La edición de Panini Comics vuelve a cumplir sobradamente. La línea Biblioteca Marvel continúa demostrando que existe un enorme interés por recuperar estos clásicos en formatos accesibles y bien cuidados. Tenemos los números The Mighty Thor #162-167 con traducción de Gonzalo Quesada y los boletines de redacción traducidos por Víctor Rubio y Juanan Cruz. Por eso, son tebeos que forman parte de la historia del medio y resulta un placer poder disfrutarlos en ediciones cómodas y atractivas.
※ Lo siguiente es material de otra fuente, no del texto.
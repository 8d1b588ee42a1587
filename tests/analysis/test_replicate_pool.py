"""Bootstrap replicates on worker processes give the tables one process gives, bit for bit.

measure's and drift's replicate SVDs go through :func:`tracer.core.replicate_pool.map_replicates`;
with ``TRACER_REPLICATE_WORKERS`` = 1 they run in the calling process, with 2 on two spawned
workers. The tables must be equal exactly (``pandas.testing.assert_frame_equal`` with
``check_exact``): a pool that handed results back in the order they finish, or drew the resample
weights per worker, fails these.
"""

import functools
import operator

import numpy as np
import pandas as pd
import pytest

from tracer.analysis.drift import drift_tests
from tracer.analysis.measure import MeasureSettings, measure
from tracer.core import replicate_pool
from tracer.core.counting import CountSettings
from tracer.core.ppmi_svd import PpmiSvdSettings, ppmi_svd_vectors, word_vectors
from tracer.core.replicate_pool import WORKERS_ENV, map_replicates, workers_for
from tracer.corpus.slices import slice_from_spec, slices_by
from tracer.errors import SettingError
from tracer.provenance.specs import load_tests

from pathlib import Path

TESTS = load_tests(Path(__file__).resolve().parents[2] / "configs" / "demo_tests.toml")

COUNTS, SVD = CountSettings(window=5, min_count=5), PpmiSvdSettings(dim=50)


def _measured(ws, monkeypatch, workers):
    monkeypatch.setenv(WORKERS_ENV, str(workers))
    sl = slice_from_spec(ws, "time=1960..1969")
    tests = {n: TESTS[n] for n in ("rise_and_fall", "tribune_mix", "gazette_outlet")}
    return measure(ws, tests, "ppmi-svd", [sl], COUNTS, SVD, MeasureSettings(bootstrap=4))


def test_measure_gives_the_same_tables_on_one_and_two_workers(demo_ws, monkeypatch):
    one, two = _measured(demo_ws, monkeypatch, 1), _measured(demo_ws, monkeypatch, 2)
    assert 2 in replicate_pool._pools  # the second run did use worker processes
    assert len(one.replicates) == 12 and one.replicates["gap"].notna().all()
    for part in ("summary", "replicates", "words", "leave_one_out"):
        pd.testing.assert_frame_equal(getattr(one, part), getattr(two, part), check_exact=True)


def _drifted(ws, monkeypatch, workers):
    monkeypatch.setenv(WORKERS_ENV, str(workers))
    periods = slices_by(ws, "time:10y")[:3]
    tests = {n: TESTS[n] for n in ("rise_and_fall", "tribune_mix")}
    return drift_tests(ws, tests, "ppmi-svd", periods, COUNTS, SVD, MeasureSettings(bootstrap=3))


def test_drift_gives_the_same_tables_on_one_and_two_workers(demo_ws, monkeypatch):
    one, two = _drifted(demo_ws, monkeypatch, 1), _drifted(demo_ws, monkeypatch, 2)
    for name in one:
        # the reweighted replicates give the mix and within intervals: present, and equal
        assert one[name].changes[["mix_ci_low", "within_ci_low"]].notna().all().all()
        for part in ("periods", "changes", "source_parts"):
            pd.testing.assert_frame_equal(getattr(one[name], part), getattr(two[name], part), check_exact=True)
        assert one[name].trend == two[name].trend


def test_map_keeps_the_order_of_the_items():
    items = list(range(40))
    # against Python's own map of the same function
    assert map_replicates(functools.partial(operator.mul, 3), items, 2) == list(map(lambda i: 3 * i, items))


def test_worker_vectors_equal_the_svd_in_this_process(demo_ws):
    from tracer.provenance.counts import count_slice
    c = count_slice(demo_ws, slice_from_spec(demo_ws, "time=1950..1959").weights, COUNTS)
    got = map_replicates(functools.partial(word_vectors, settings=SVD), [c.matrix, c.matrix], 2)
    want = ppmi_svd_vectors(c.matrix, SVD)[0]  # scipy's ARPACK in this process
    for g in got:
        np.testing.assert_array_equal(g, want)


def test_an_error_in_a_worker_is_raised_in_the_caller():
    with pytest.raises(ZeroDivisionError):
        map_replicates(functools.partial(operator.truediv, 1), [1, 0, 2], 2)


def test_workers_follow_the_setting_the_tasks_and_the_memory(monkeypatch):
    monkeypatch.setenv(WORKERS_ENV, "3")
    monkeypatch.setenv("TRACER_AVAILABLE_MB", "1000")
    assert workers_for(100 * 2 ** 20, 10) == 3
    assert workers_for(100 * 2 ** 20, 2) == 2
    assert workers_for(400 * 2 ** 20, 10) == 2  # two fit in 1,000 MB, three do not
    assert workers_for(4000 * 2 ** 20, 10) == 1
    monkeypatch.setenv(WORKERS_ENV, "none")
    with pytest.raises(SettingError, match="TRACER_REPLICATE_WORKERS must be a whole number"):
        workers_for(1, 10)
Al finalizar el volumen queda una sensación bastante clara. Estos tebeos continúan consolidándose como una de las colecciones más ambiciosas de Marvel en aquellos años. Este tomo del Poderoso Thor es, en gran medida, una exhibición de creatividad gráfica. Una demostración de cómo un autor podía convertir una aventura en algo cercano a una experiencia gráfica única. Hay números mejores y peores, enemigos más o menos memorables y algunos elementos inevitablemente envejecidos, pero la sensación de asombro permanece intacta. Y eso tiene mucho mérito. Porque más de medio siglo después, estas páginas siguen transmitiendo exactamente lo que pretendían transmitir cuando fueron publicada. La sensación de que cualquier cosa puede ocurrir cuando el Dios del Trueno levanta el martillo y Jack Kirby decide abrir una nueva puerta hacia lo imposible.